Europe makes up over a third of all sustainable investing assets. The region has seen important regulatory developments, such as:

  • Institutional investors, asset managers, and advisors must report on how they integrate sustainability risks and adverse impacts at the entity level
  • Advisors are required to ask about their clients’ ESG preferences and advise appropriate products

While Europe saw a decline in growth from 2018-2020, this is because the region has changed how they define sustainable investing. Tighter legislation means that some products that previously qualified as sustainable may not meet the new requirements. The goal of the legislation is to create clear standards for sustainable products, promoting trust and easier access for investors.

The Mounting Pressure

Globally, the proportion of sustainable investing assets is growing. In fact, sustainable investments make up 36% of global assets under management, up from 28% in 2016.

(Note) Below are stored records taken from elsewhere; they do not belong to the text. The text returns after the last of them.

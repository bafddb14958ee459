"""Smoke test of the "world" corpus builder (fixtures/build_world.py, contract ../helpers/WORLD.md).

Builds three takes into a temporary folder (a transposing melody, a piano take with the sustain
pedal, a phone take) and checks the manifest against its contract and against outside readers:
the MIDI files read by mido (Standard MIDI File spec: a note-on with velocity 0 is a note-off),
the parts by music21, the written part by the MusicXML 4.0 XSD, the audio by soundfile / PyAV.
"""

from __future__ import annotations

import json
import shutil
import sys
from collections import Counter

import numpy as np
import pytest

from conftest import FIXTURES

TOOLS = ("fluidsynth", "espeak-ng", "ffmpeg")
SOUNDFONTS = ("/usr/share/sounds/sf2/FluidR3_GM.sf2", "/usr/share/sounds/sf2/sf_GMbank.sf2")
KINDS = {"wrong_pitch", "missed", "extra", "early", "late", "hesitation", "restart", "rushed",
         "dragged", "held_short", "held_long"}


def _missing() -> str | None:
    from pathlib import Path

    for tool in TOOLS:
        if shutil.which(tool) is None:
            return f"{tool} is not installed (Debian package {tool}); the corpus builder needs it"
    for sf in SOUNDFONTS:
        if not Path(sf).exists():
            return f"soundfont {sf} is absent (fluid-soundfont-gm / csound-soundfont)"
    for mod in ("pyroomacoustics", "av"):
        try:
            __import__(mod)
        except ImportError:
            return f"python package {mod} is not installed"
    return None


@pytest.fixture(scope="module")
def world(tmp_path_factory):
    reason = _missing()
    if reason:
        pytest.skip(reason)
    sys.path.insert(0, str(FIXTURES))
    import build_world

    catalog = {e.spec.name: e for e in build_world.world_pieces.catalog()}
    plans = build_world.plan_takes(list(catalog.values()))

    def length(p):
        s = catalog[p.piece].spec
        return s.end_beats * 60.0 / s.tempo_qpm

    def shortest(pred):
        return min((p for p in plans if pred(p)), key=length).id

    ids = [shortest(lambda p: catalog[p.piece].instrument in ("clarinet", "alto saxophone") and p.kinds),
           shortest(lambda p: p.condition == "pedal"),
           shortest(lambda p: p.condition == "phone")]
    out = tmp_path_factory.mktemp("world")
    build_world.build(out, jobs=1, only=ids)
    manifest = json.loads((out / "manifest.json").read_text())
    return out, manifest, ids


def _maps(path):
    rows = np.loadtxt(path, skiprows=1, ndmin=2)
    return rows


def _midi_notes(path):
    import mido

    count, now, sustain = 0, 0, []
    for msg in mido.MidiFile(str(path)):
        now += msg.time
        if msg.type == "note_on" and msg.velocity > 0:  # SMF: note-on with velocity 0 is a note-off
            count += 1
        if msg.type == "control_change" and msg.control == 64:
            sustain.append((now, msg.value))
    return count, sustain


def test_manifest_fields(world):
    # contract: ../helpers/WORLD.md (the fields every other helper reads)
    out, manifest, ids = world
    assert manifest["version"] == 1 and manifest["complete"] is True
    assert sorted(t["id"] for t in manifest["takes"]) == sorted(ids)
    for t in manifest["takes"]:
        assert t["family"] in {"piano_chorale", "piano_two_hand", "melody"}
        assert t["soundfont"] in {"fluid", "csound"}
        assert t["split"] in {"tuning", "heldout"}
        assert t["source"].split(":")[0] in {"music21", "invented"}
        assert t["correct"] == (not t["deviation_kinds"])
        for key in ("audio", "part", "played", "midi", "deviations"):
            assert (out / t["files"][key]).exists(), (t["id"], key)
        assert t["files"]["audio"].endswith(".m4a" if t["condition"] == "phone" else ".flac")
        if t["condition"] == "phone":
            assert t["split"] == "heldout"  # phone is one of the held-out-only conditions


def test_ground_truth_matches_midi(world):
    # note counts: the MAPS-style ground truth against the rendered MIDI read by mido (SMF spec)
    out, manifest, _ = world
    for t in manifest["takes"]:
        truth = _maps(out / t["files"]["played"])
        n_midi, sustain = _midi_notes(out / t["files"]["midi"])
        assert len(truth) == n_midi == t["notes_count"]
        assert np.all(truth[:, 1] > truth[:, 0])
        assert truth[:, 1].max() <= t["duration_s"]
        if t["condition"] == "pedal":
            assert sustain and sustain[0][1] == 127 and sustain[-1][1] == 0
            sounding = _maps(out / t["files"]["sounding"])
            assert len(sounding) == len(truth)
            assert np.all(sounding[:, 1] >= truth[:, 1] - 1e-6)
            assert np.any(sounding[:, 1] > truth[:, 1] + 0.05)  # the pedal holds some notes


def test_audio_duration(world):
    # durations: the file as decoded by soundfile (FLAC) or PyAV (AAC in .m4a)
    import soundfile as sf

    out, manifest, _ = world
    for t in manifest["takes"]:
        path = out / t["files"]["audio"]
        if path.suffix == ".flac":
            info = sf.info(str(path))
            assert info.samplerate == 22050 and info.channels == 1
            seconds = info.frames / info.samplerate
        else:
            import av

            with av.open(str(path)) as c:
                stream = c.streams.audio[0]
                assert stream.codec_context.name == "aac"
                seconds = float(stream.duration * stream.time_base)
            assert abs(t["condition_params"]["codec_offset_s"]) <= 0.002
        assert seconds == pytest.approx(t["duration_s"], abs=0.05)


def test_parts_parse_and_match_correct_pitches(world):
    # the parts read back through music21; a take's pitches differ from the part's only by its deviations
    from music21 import converter

    out, manifest, _ = world
    for t in manifest["takes"]:
        score = converter.parse(str(out / t["files"]["part"]))
        part_pitches = Counter(p.midi for n in score.stripTies().flatten().notes for p in n.pitches)
        played = Counter(int(p) for p in _maps(out / t["files"]["played"])[:, 2])
        devs = json.loads((out / t["files"]["deviations"]).read_text())
        assert {d["kind"] for d in devs} <= KINDS
        assert [d["kind"] for d in devs] == t["deviation_kinds"]
        if not {"wrong_pitch", "missed", "extra", "restart"} & set(t["deviation_kinds"]):
            assert played == part_pitches, t["id"]
        for d in devs:
            assert 0.0 < d["time"] < t["duration_s"]
            if d["kind"] in ("rushed", "dragged"):
                assert d["start_s"] < d["end_s"] and d["first_bar"] <= d["last_bar"]
                assert (d["tempo_factor"] > 1) == (d["kind"] == "rushed")


def test_written_part_is_valid_and_transposed(world, musicxml_schema):
    # MusicXML 4.0 XSD (../shared/standards); <transpose> chromatic = written -> sounding semitones
    from lxml import etree
    from music21 import converter

    out, manifest, _ = world
    takes = [t for t in manifest["takes"] if t["transposition"]]
    assert takes
    for t in takes:
        doc = etree.parse(str(out / t["files"]["part_written"]))
        assert musicxml_schema.validate(doc), musicxml_schema.error_log
        assert int(doc.findtext(".//transpose/chromatic")) == t["transposition"]
        assert etree.parse(str(out / t["files"]["part"])).find(".//transpose") is None
        written = [p.midi for n in converter.parse(str(out / t["files"]["part_written"])).flatten().notes
                   for p in n.pitches]
        concert = [p.midi for n in converter.parse(str(out / t["files"]["part"])).flatten().notes
                   for p in n.pitches]
        assert [w + t["transposition"] for w in written] == concert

Investment professionals say the top drivers of sustainable investing are to help manage investment risks, and because clients demand it. Not only that, the recent Intergovernmental Panel on Climate Change (IPCC) report has reinforced the importance of sustainable investments.

“The climate crisis poses enormous financial risk to investment managers, asset owners and businesses….. The public and private sector must work together to ensure a just and rapid transformation to a net-zero global economy.”